Method described in 30. claims 28 or 29, wherein said IL-6 relative disease is diabetic macular edema (DME), diabetic retinopathy, dry eye syndrome, age-related macular degeneration (AMD), proliferative diabetic retinopathy PDR (PDR), retinal vein occlusion (RVO), optic neuromyelitis (NMO), corneal graft, corneal abrasion or eyes physical damnification.

31. methods according to claim 29, are wherein delivered to the vitreum of subject eye by described antibody or Fab.

The method of 32. claims 29, wherein said IL-6 relative disease is diabetic macular edema and described antibody or its fragment is delivered to the vitreum of subject eye.

33. 1 kinds of carriers, it comprises the sequence of coding SEQ ID NO:4, SEQ ID NO:5, SEQ ID NO:6, SEQ ID NO:7, SEQ ID NO:8 or SEQ ID NO:9.

34. 1 kinds of cells, it can express in SEQ ID NO:4, SEQ ID NO:5, SEQ ID NO:6, SEQ ID NO:7, SEQ ID NO:8 or SEQ ID NO:9 one or more.
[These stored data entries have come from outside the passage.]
//! The validating constructor of the frozen [`Model`]: pocket and channel specs in, every derived
//! quantity out (band form factor, spin channels, pair density of states nu, the mismatch on the
//! nesting line and its range, g from lambda, warnings). Sits between the configuration layer
//! (which parses TOML into specs) and the kernels (whose nesting-line integral it calls: the one
//! place where the model layer reaches up into the kernels, so that derived quantities are
//! computed once, at construction, and can never go stale).

use super::spec::{check_positive, entry_error, key_error, PocketSpec};
use super::{
    form_factor, spin_channels, Channel, CouplingInput, FormFactor, Lattice, Model, SpinMatrix,
};
use crate::error::InputError;
use crate::kernels::susceptibility::nesting_line;
use crate::kernels::{Accuracy, Shell};
use crate::model::Pocket;

/// Above this lambda mean-field theory is doubtful (a warning, not an error).
const STRONG_LAMBDA: f64 = 0.5;

/// A pairing channel as given by the user.
#[derive(Debug, Clone, PartialEq)]
pub struct ChannelSpec {
    /// Optional unique name (the NAME of `NAME.key` parameter paths).
    pub name: Option<String>,
    /// Indices of the electron-like and the hole-like pocket, in pocket order.
    pub pockets: [usize; 2],
    /// The coupling: dimensionless lambda (0 < lambda <= 10) or g in meV nm^2.
    pub coupling: CouplingInput,
    /// Shell half-width Lambda in meV.
    pub cutoff: f64,
    pub spin_matrix: SpinMatrix,
    /// Orbital overlap factor m_ab in [0, 10].
    pub overlap: f64,
}

/// Everything a build needs besides the specs: g pinned per channel (None: from the spec) and
/// the common offset shift (meV).
pub(super) struct BuildOptions<'a> {
    pub pinned: &'a [Option<f64>],
    pub shift: f64,
}

impl Model {
    /// Builds and validates a model from pocket specs, channel specs and the optional surface
    /// lattice. Couplings given as lambda are converted to g with this model's pair density of
    /// states. Messages name the entry and key (`pocket "B": `offset`: ...`).
    pub fn new(
        pockets: Vec<PocketSpec>,
        channels: Vec<ChannelSpec>,
        surface: Option<Lattice>,
    ) -> Result<Model, InputError> {
        let opts = BuildOptions {
            pinned: &[],
            shift: 0.0,
        };
        Model::build(pockets, channels, surface, &opts)
    }

    /// As [`Model::new`], with g fixed per channel where `pinned` has a value (a sweep point
    /// keeps the couplings of its base configuration).
    pub fn new_pinned(
        pockets: Vec<PocketSpec>,
        channels: Vec<ChannelSpec>,
        surface: Option<Lattice>,
        pinned: &[Option<f64>],
    ) -> Result<Model, InputError> {
        let opts = BuildOptions { pinned, shift: 0.0 };
        Model::build(pockets, channels, surface, &opts)
    }

    /// As [`Model::new`], with couplings pinned per channel and every offset shifted.
    pub(super) fn build(
        pocket_specs: Vec<PocketSpec>,
        channel_specs: Vec<ChannelSpec>,
        surface: Option<Lattice>,
        opts: &BuildOptions,
    ) -> Result<Model, InputError> {
        let mut pockets: Vec<Pocket> = Vec::with_capacity(pocket_specs.len());
        for spec in &pocket_specs {
            if pocket_specs.iter().filter(|p| p.name == spec.name).count() > 1 {
                return Err(key_error(
                    &spec.entry(),
                    "name",
                    "duplicate; pocket names must be unique",
                ));
            }
            pockets.push(spec.build(opts.shift)?);
        }
        if let Some(lattice) = surface {
            check_lattice(&lattice)?;
        }
        let mut warnings = Vec::new();
        let mut channels: Vec<Channel> = Vec::with_capacity(channel_specs.len());
        for (i, spec) in channel_specs.iter().enumerate() {
            check_channel_name(&pocket_specs, &channel_specs[..i], spec, i)?;
            let pinned = opts.pinned.get(i).copied().flatten();
            channels.push(derive_channel(&pockets, spec, pinned, &mut warnings)?);
        }
        Ok(Model {
            pocket_specs,
            channel_specs,
            pockets,
            channels,
            surface,
            warnings,
            shift: opts.shift,
        })
    }
}

/// Range checks of the lattice constants (nm).
fn check_lattice(lattice: &Lattice) -> Result<(), InputError> {
    let positive = |key: &str, x: f64| {
        check_positive(x, "nm", 1e3)
            .map(|_| ())
            .map_err(|why| key_error("[surface]", key, why))
    };
    match *lattice {
        Lattice::Square { a } | Lattice::Hexagonal { a } => positive("a", a),
        Lattice::Rectangular { a, b } => positive("a", a).and_then(|_| positive("b", b)),
    }
}

/// A channel name must not repeat a pocket's or an earlier channel's.
fn check_channel_name(
    pockets: &[PocketSpec],
    earlier: &[ChannelSpec],
    spec: &ChannelSpec,
    i: usize,
) -> Result<(), InputError> {
    let Some(n) = &spec.name else {
        return Ok(());
    };
    if pockets.iter().any(|p| &p.name == n) || earlier.iter().any(|c| c.name.as_ref() == Some(n)) {
        return Err(key_error(
            &format!("[[channel]] #{}", i + 1),
            "name",
            format!("`{n}` is already used by a pocket or channel"),
        ));
    }
    Ok(())
}

/// The channel's label (its name, or "A-B") and the entry name used in messages.
pub(super) fn channel_label(pockets: &[Pocket], spec: &ChannelSpec) -> (String, String) {
    let [a, b] = spec.pockets;
    let names = |i: usize| pockets.get(i).map(|p| p.name()).unwrap_or("?");
    match &spec.name {
        Some(n) => (n.clone(), format!("channel \"{n}\"")),
        None => {
            let label = format!("{}-{}", names(a), names(b));
            let entry = format!("channel {label}");
            (label, entry)
        }
    }
}

/// The pockets must exist, differ, and be electron-like then hole-like.
fn check_channel_pockets(
    pockets: &[Pocket],
    spec: &ChannelSpec,
    entry: &str,
) -> Result<(), InputError> {
    let [a, b] = spec.pockets;
    if a >= pockets.len() || b >= pockets.len() {
        return Err(key_error(entry, "pockets", "pocket index out of range"));
    }
    if a == b {
        return Err(key_error(entry, "pockets", "the two pockets must differ"));
    }
    let (na, nb) = (pockets[a].name(), pockets[b].name());
    if !pockets[a].is_electron_like() {
        let swap = if pockets[b].is_electron_like() {
            format!(" (swap them: [\"{nb}\", \"{na}\"])")
        } else {
            String::new()
        };
        return Err(key_error(
            entry,
            "pockets",
            format!("the first pocket must be electron-like, but \"{na}\" is hole-like{swap}"),
        ));
    }
    if pockets[b].is_electron_like() {
        return Err(key_error(
            entry,
            "pockets",
            format!("the second pocket must be hole-like, but \"{nb}\" is electron-like"),
        ));
    }
    Ok(())
}

/// Range checks of the channel's numbers.
fn check_channel_values(spec: &ChannelSpec, entry: &str) -> Result<(), InputError> {
    let positive = |key: &str, x: f64, unit: &str, hi: f64| {
        check_positive(x, unit, hi)
            .map(|_| ())
            .map_err(|why| key_error(entry, key, why))
    };
    positive("cutoff", spec.cutoff, "meV", 1e4)?;
    if !(0.0..=10.0).contains(&spec.overlap) {
        return Err(key_error(
            entry,
            "overlap",
            format!("{} is out of range: expected [0, 10]", spec.overlap),
        ));
    }
    match spec.coupling {
        CouplingInput::Lambda(l) => positive("lambda", l, "(dimensionless)", 10.0),
        CouplingInput::G(g) => positive("g", g, "meV nm^2", 1e9),
    }
}

/// Validates one channel and computes its derived quantities; g is `pinned` when given.
fn derive_channel(
    pockets: &[Pocket],
    spec: &ChannelSpec,
    pinned: Option<f64>,
    warnings: &mut Vec<String>,
) -> Result<Channel, InputError> {
    let (label, entry) = channel_label(pockets, spec);
    check_channel_pockets(pockets, spec, &entry)?;
    check_channel_values(spec, &entry)?;
    let [a, b] = spec.pockets;
    let cutoff = spec.cutoff;
    let (pa, pb) = (&pockets[a], &pockets[b]);
    let form = form_factor(pa, pb, spec.spin_matrix);
    // Shell checks at q = 0.
    let shell =
        Shell::new(pa, pb, form, cutoff, [0.0, 0.0]).map_err(|e| key_error(&entry, "cutoff", e))?;
    if shell.xi_centre > -cutoff {
        warnings.push(format!(
            "channel {label}: the shell |xi| < {cutoff} meV reaches past the band bottom (xi = {:.3} meV at the pockets' centres); the result depends on the band edges",
            shell.xi_centre
        ));
    }
    let line = nesting_line(&shell, &Accuracy::default()).map_err(|e| {
        entry_error(
            &entry,
            format!("cannot compute the pair density of states: {e}"),
        )
    })?;
    let nu = line.nu.value;
    let g = match (pinned, spec.coupling) {
        (Some(g), _) => g,
        (None, CouplingInput::G(g)) => g,
        (None, CouplingInput::Lambda(l)) => {
            if nu <= 1e-12 * line.nu_unweighted {
                return Err(key_error(&entry, "lambda", no_pair_density(&form)));
            }
            l / nu
        }
    };
    if line.mismatch.abs() > cutoff {
        warnings.push(format!(
            "channel {label}: the mismatch |h| = {:.4} meV exceeds the cutoff {cutoff} meV: the pockets are far from nested and no instability is expected",
            line.mismatch.abs()
        ));
    }
    if g * nu > STRONG_LAMBDA {
        warnings.push(format!(
            "channel {label}: lambda = g nu = {:.3} > {STRONG_LAMBDA}: strong coupling, where mean-field theory is doubtful",
            g * nu
        ));
    }
    Ok(Channel {
        name: spec.name.clone(),
        label,
        a,
        b,
        g,
        g_pinned: pinned.is_some(),
        coupling_input: spec.coupling,
        cutoff,
        spin_matrix: spec.spin_matrix,
        overlap: spec.overlap,
        spin_channels: spin_channels(pa, pb),
        form,
        nu,
        mismatch: line.mismatch,
        mismatch_range: [line.mismatch_min, line.mismatch_max],
    })
}

/// Why a channel has no pair density of states (W = 0 on the whole nesting line) and what would
/// pair its pockets; the form factors are in [`crate::theory::channels`].
fn no_pair_density(form: &FormFactor) -> String {
    // An upper and a lower cone (s_a s_b = -1) of equal winding and phase in the charge channel.
    let same_texture = match *form {
        FormFactor::Helical {
            matrix: SpinMatrix::Identity,
            signs: s,
            winding_a: wa,
            winding_b: wb,
            phase_a: pa,
            phase_b: pb,
        } => s < 0.0 && wa == wb && (pa - pb).norm() < 1e-12,
        _ => false,
    };
    let why = if same_texture {
        "the band form factor W = |<chi_a|M|chi_b>|^2 vanishes: an upper and a lower cone (an electron-like and a hole-like helical pocket) of equal winding and texture phase have orthogonal spinors at the same momentum, so the charge channel M = 1 does not pair them"
    } else {
        "the band form factor W = |<chi_a|M|chi_b>|^2 vanishes on the whole nesting line: the spinors of the two pockets are orthogonal under this spin matrix"
    };
    format!(
        "{why}; this channel has no pair density of states, so lambda = g nu cannot be converted. \
         What pairs them: opposite windings (spin = {{ winding = -1 }} on one pocket), a texture phase \
         difference (e.g. spin = {{ winding = 1, phase = 180 }} on one), or a spin channel \
         (spin_matrix = \"z\", \"x\" or \"y\"); to keep this channel as it is, give `g` in meV nm^2 instead"
    )
}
The method of the systematic effect of 35. 1 kinds of minimizing suppression IL-6 in experimenter, described method comprises to experimenter's administration of antibodies or its fragment, and described antibody or its fragment can suppress the activity of IL-6 and have the FcRn binding activities weakened with having compared with the corresponding antibody of wild-type Fc structural domain or its fragment.

The method of 36. claims 35, wherein K _d1 μM is greater than under the pH of 5 to 6.